Со своей стороны я был бы счастлив узнать о генах, отвечающих за разнообразие человечества и определяющих различия между людьми – будь то мужчины и женщины, живущие в одной и той же деревне, или индивиды, никогда не покидавшие своих родных континентов. В некоторой степени мною движет простая любовь к познанию. Это чувство возникает тогда, когда я смотрю на картину Данте Габриеля Россетти "Ла Гирландата", понимая, что у его модели Алексы Уайлдинг было две мутации утраты функций гена MC1R, которые и сделали ее обладательницей роскошных рыжих волос. Радость познания отчасти всегда сопровождает любые занятия наукой, но к этому следует прибавить некое особое удовольствие, которое возникает тогда, когда удается понять причину явления ранее знакомого, хотя и абсолютно загадочного.
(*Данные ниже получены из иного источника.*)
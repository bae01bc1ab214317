"""Observed crossings of an alert level and how long the warning was in force before each.

The inputs are daily and aligned on one contiguous grid of issue days:
``days_d`` (T,) [epoch days] stepping by exactly one day, ``fired`` (T,) the
state of the alert rule for the level after the cycle issued that day (True
while the level is in force), ``observed`` (T,) the daily observed value
(e.g. daily mean phycocyanin [µg/L]; NaN on days without one).

Definitions (Bloomline's, stated here once):

* A **crossing** is a day whose observed value is at or above the threshold
  while the ``min_days_below`` days before it hold no observed value at or
  above it and at least one below it (days without an observation do not
  break the spell, but a spell with no observation at all is no evidence
  that the water was below). ``MIN_DAYS_BELOW`` = 7: a week below separates
  two episodes (Bloomline's choice, not a published standard).
* The **season** of a day is the calendar year in which the season holding
  it starts (``season_start_month`` = 1: calendar years; 7 for a southern
  hemisphere July–June season). By default only each season's first
  crossing is kept: the onset of the season's first episode at that level.
* The **warning lead** of a crossing on day t is the number of consecutive
  days ending on day t − 1 on which the rule was in force (the warning
  stood that many days before the water was observed at the level; counted
  within the series, so a warning standing since the first day gives a
  lower bound). When the rule was not in force on day t − 1 the crossing was
  **missed**: the lead is 0 when the rule fired on day t itself, −d when it
  first fired d days after t, and NaN when it never fired afterwards within
  the series.
"""
from __future__ import annotations

from dataclasses import dataclass

import numpy as np

MIN_DAYS_BELOW = 7


@dataclass(frozen=True)
class WarningLeads:
    """Crossings and their warning leads, one entry per crossing.

    ``index`` (K,) position in the input arrays; ``day_d`` (K,) [epoch days];
    ``season`` (K,) season label (year); ``lead_days`` (K,) [d], see the
    module docstring (> 0 warned, <= 0 or NaN missed).
    """

    index: np.ndarray
    day_d: np.ndarray
    season: np.ndarray
    lead_days: np.ndarray

    @property
    def warned(self) -> np.ndarray:
        """(K,) True where the warning stood at least one day before the crossing."""
        return np.nan_to_num(self.lead_days, nan=0.0) > 0


def _grid(days_d):
    days_d = np.asarray(days_d, dtype=float)
    if days_d.ndim != 1 or days_d.size == 0:
        raise ValueError(f"days_d must be a non-empty 1-D array of epoch days, got shape {days_d.shape}")
    if days_d.size > 1 and not np.allclose(np.diff(days_d), 1.0, rtol=0.0, atol=1e-9):
        raise ValueError("days_d must be a contiguous daily grid (steps of exactly 1 day); put missing days in as NaN")
    return days_d


def season_of(days_d, season_start_month: int = 1) -> np.ndarray:
    """Season label (int year the season starts in) of each epoch day (T,)."""
    if int(season_start_month) != season_start_month or not 1 <= season_start_month <= 12:
        raise ValueError(f"season_start_month must be 1..12, got {season_start_month!r}")
    dates = np.floor(np.asarray(days_d, dtype=float)).astype("int64").astype("datetime64[D]")
    months = dates.astype("datetime64[M]") - np.timedelta64(int(season_start_month) - 1, "M")
    return months.astype("datetime64[Y]").astype("int64") + 1970


def crossing_indices(days_d, observed, threshold: float, *, min_days_below: int = MIN_DAYS_BELOW,
                     season_start_month: int = 1, first_per_season: bool = True) -> np.ndarray:
    """Positions (K,) of the crossings of ``threshold`` [unit of ``observed``].

    See the module docstring for the definition; ``first_per_season=False``
    keeps every crossing (each the start of a new episode).
    """
    days_d = _grid(days_d)
    observed = np.asarray(observed, dtype=float)
    if observed.shape != days_d.shape:
        raise ValueError(f"observed must match days_d {days_d.shape}, got {observed.shape}")
    if not np.isfinite(threshold):
        raise ValueError(f"threshold must be a finite number, got {threshold!r}")
    if int(min_days_below) != min_days_below or min_days_below < 1:
        raise ValueError(f"min_days_below must be a whole number >= 1, got {min_days_below!r}")
    n = int(min_days_below)
    seen = np.isfinite(observed)
    above = seen & (observed >= threshold)
    below = seen & (observed < threshold)
    # counts over the n days before each day, from cumulative sums
    c_above = np.concatenate(([0], np.cumsum(above)))
    c_below = np.concatenate(([0], np.cumsum(below)))
    i = np.arange(n, days_d.size)
    ok = above[i] & (c_above[i] - c_above[i - n] == 0) & (c_below[i] - c_below[i - n] > 0)
    found = i[ok]
    if first_per_season and found.size:
        seasons = season_of(days_d[found], season_start_month)
        _, first = np.unique(seasons, return_index=True)
        found = found[np.sort(first)]
    return found


def lead_days(fired, index: int) -> float:
    """Warning lead [d] of a crossing at position ``index`` of the rule states ``fired`` (T,).

    See the module docstring: the run of days in force ending the day before,
    else 0 (fired that day), −d (fired d days later) or NaN (never fired).
    """
    fired = _states(fired)
    if not 0 <= index < fired.size:
        raise ValueError(f"index must lie in 0..{fired.size - 1}, got {index}")
    before = fired[:index][::-1]
    run = int(np.argmin(before)) if not before.all() else before.size
    if run > 0:
        return float(run)
    later = np.flatnonzero(fired[index:])
    return -float(later[0]) if later.size else float("nan")


def _states(fired):
    fired = np.asarray(fired)
    if fired.ndim != 1:
        raise ValueError(f"fired must be a 1-D array of rule states, got shape {fired.shape}")
    if fired.dtype != bool:
        if np.any(~np.isin(fired, (0, 1))):
            raise ValueError("fired must hold booleans or 0/1")
        fired = fired.astype(bool)
    return fired


def warning_leads(days_d, fired, observed, threshold: float, *, min_days_below: int = MIN_DAYS_BELOW,
                  season_start_month: int = 1, first_per_season: bool = True) -> WarningLeads:
    """Crossings of ``threshold`` in ``observed`` and the warning lead of ``fired`` before each."""
    days_d = _grid(days_d)
    fired = _states(fired)
    if fired.shape != days_d.shape:
        raise ValueError(f"fired must match days_d {days_d.shape}, got {fired.shape}")
    idx = crossing_indices(days_d, observed, threshold, min_days_below=min_days_below,
                           season_start_month=season_start_month, first_per_season=first_per_season)
    return WarningLeads(
        index=idx,
        day_d=days_d[idx],
        season=season_of(days_d[idx], season_start_month),
        lead_days=np.array([lead_days(fired, int(k)) for k in idx], dtype=float),
    )
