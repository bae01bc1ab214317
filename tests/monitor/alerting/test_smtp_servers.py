"""SMTP against real servers on loopback: STARTTLS with certificate checks and login (aiosmtpd), and a
server that accepts the connection but never answers DATA."""

from __future__ import annotations

import datetime as dt
import ssl
import time

import pytest
from sqlalchemy import insert, select

from monitor.alerting.notify import send_due
from monitor.alerting.outbox import attempts_of, enqueue
from monitor.alerting.transports import SmtpTransport
from monitor.config import SmtpConfig
from monitor.store.db import open_store
from monitor.store.schema import outbox, water_bodies
from tests.monitor.receivers import HungSmtpServer, SmtpRecorder, start_smtp, tls_files

T0 = dt.datetime(2026, 8, 1, 7, 0, tzinfo=dt.UTC)


@pytest.fixture
def engine(tmp_path):
    engine = open_store(f"sqlite:///{tmp_path / 'smtp.sqlite'}")
    with engine.begin() as conn:
        conn.execute(insert(water_bodies).values(id="hollin", name="Hollin Mere", use="drinking-water",
                                                 timezone="UTC", framework="who-1999-drinking-water"))
    yield engine
    engine.dispose()


def queue(engine, n=1):
    with engine.begin() as conn:
        for i in range(n):
            enqueue(conn, recipient=f"r{i}@hollin.example", subject=f"subject {i}", body=f"body {i}\n", now=T0)


def statuses(engine):
    with engine.connect() as conn:
        return [r.status for r in conn.execute(select(outbox.c.status).order_by(outbox.c.id))]


@pytest.fixture
def tls_server(tmp_path):
    cert, key = tls_files(tmp_path)
    server_context = ssl.create_default_context(ssl.Purpose.CLIENT_AUTH)
    server_context.load_cert_chain(cert, key)
    started = []

    def start(login=("bloomline", "correct horse")):
        handler = SmtpRecorder()
        controller = start_smtp(handler, tls_context=server_context, login=login)
        started.append(controller)
        return handler, controller.port, cert

    yield start
    for c in started:
        c.stop()


def test_starttls_and_login_deliver_and_the_server_sees_the_login(engine, tls_server):
    handler, port, cert = tls_server()
    smtp = SmtpConfig(host="localhost", port=port, sender="alerts@bloomline.test", username="bloomline",
                      password="correct horse", starttls=True, timeout_s=5.0, ca_file=cert)
    queue(engine, 2)
    assert send_due(engine, SmtpTransport(smtp), T0).sent == 2
    assert sorted(m["To"] for m in handler.messages) == ["r0@hollin.example", "r1@hollin.example"]
    assert handler.logins == ["bloomline", "bloomline"]


def test_a_wrong_password_is_a_failure_retried_later_not_a_loss(engine, tls_server):
    handler, port, cert = tls_server()
    smtp = SmtpConfig(host="localhost", port=port, sender="alerts@bloomline.test", username="bloomline",
                      password="wrong", starttls=True, timeout_s=5.0, ca_file=cert)
    queue(engine)
    summary = send_due(engine, SmtpTransport(smtp), T0)
    assert (summary.sent, summary.failed) == (0, 1) and handler.messages == []
    assert statuses(engine) == ["pending"]
    assert "535" in summary.last_error  # RFC 4954 §6: authentication credentials invalid


def test_a_certificate_the_client_does_not_trust_is_refused(engine, tls_server):
    handler, port, _cert = tls_server()
    smtp = SmtpConfig(host="localhost", port=port, sender="alerts@bloomline.test", username="bloomline",
                      password="correct horse", starttls=True, timeout_s=5.0)  # system CAs only
    queue(engine)
    summary = send_due(engine, SmtpTransport(smtp), T0)
    assert summary.failed == 1 and handler.messages == []
    assert "CERTIFICATE_VERIFY_FAILED" in summary.last_error


def test_without_starttls_a_server_that_requires_it_refuses_the_message(engine, tls_server):
    handler, port, cert = tls_server(login=None)
    smtp = SmtpConfig(host="localhost", port=port, sender="alerts@bloomline.test", starttls=False, timeout_s=5.0,
                      ca_file=cert)
    queue(engine)
    assert send_due(engine, SmtpTransport(smtp), T0).failed == 1 and handler.messages == []


def test_a_server_that_never_answers_data_costs_one_timeout_per_round(engine):
    server = HungSmtpServer()
    try:
        smtp = SmtpConfig(host="127.0.0.1", port=server.port, sender="alerts@bloomline.test", timeout_s=1.0)
        queue(engine, 5)
        started = time.monotonic()
        summary = send_due(engine, SmtpTransport(smtp), T0)
        took = time.monotonic() - started
    finally:
        server.close()
    # one message waits out the timeout; the other four are left for the next round untouched
    assert (summary.sent, summary.failed, summary.deferred) == (0, 1, 4)
    assert took < 4.0, f"the round took {took:.1f} s"
    assert server.data_commands == 1
    assert statuses(engine) == ["pending"] * 5
    with engine.connect() as conn:
        first = conn.execute(select(outbox.c.id).order_by(outbox.c.id)).scalars().first()
    (attempt,) = attempts_of(engine, first)
    assert attempt["outcome"] == "failed" and "timed out" in attempt["detail"]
Точка зрения, что человеческая изменчивость не представляет интереса для науки, кажется мне излишне высокомерной. В конце концов, игнорируя человеческое разнообразие, популяционные генетики десятилетиями усиленно растрачивают свою энергию (запасы которой кажутся неисчерпаемыми) на изучение разновидностей окраски раковин у садовых улиток или числа щетинок на спинках плодовых мушек – задач, которые в интеллектуальном отношении весьма близки к тем, которые демонстрируются изменчивостью человека.
Утверждение, что генетика человека морально опасна, выглядит более серьезным. Зная историю науки о расах, конечно, можно понять причины возникновения такого мнения. Тем не менее оно совершенно неуместно. Разумные люди знают: различия между представителями человеческого рода настолько невелики, что с их помощью нельзя причинить сколько-нибудь значимый ущерб идее социальной справедливости. "Человеческое равенство, – если позаимствовать крылатое выражение Стивена Джея Гульда, – есть условный факт человеческой истории". Справедливо, однако, другое: пока причины человеческой изменчивости остаются неизвестными – пока те самые 7 процентов генетического разнообразия, различающие людей из разных частей света, пребывают в забвении, всегда найдутся те, кто использует это незнание для пропаганды теорий с социально опасными последствиями. Несправедливость иногда может возникать из-за нового знания, но чаще, гораздо чаще, она просачивается сквозь щели нашего невежества.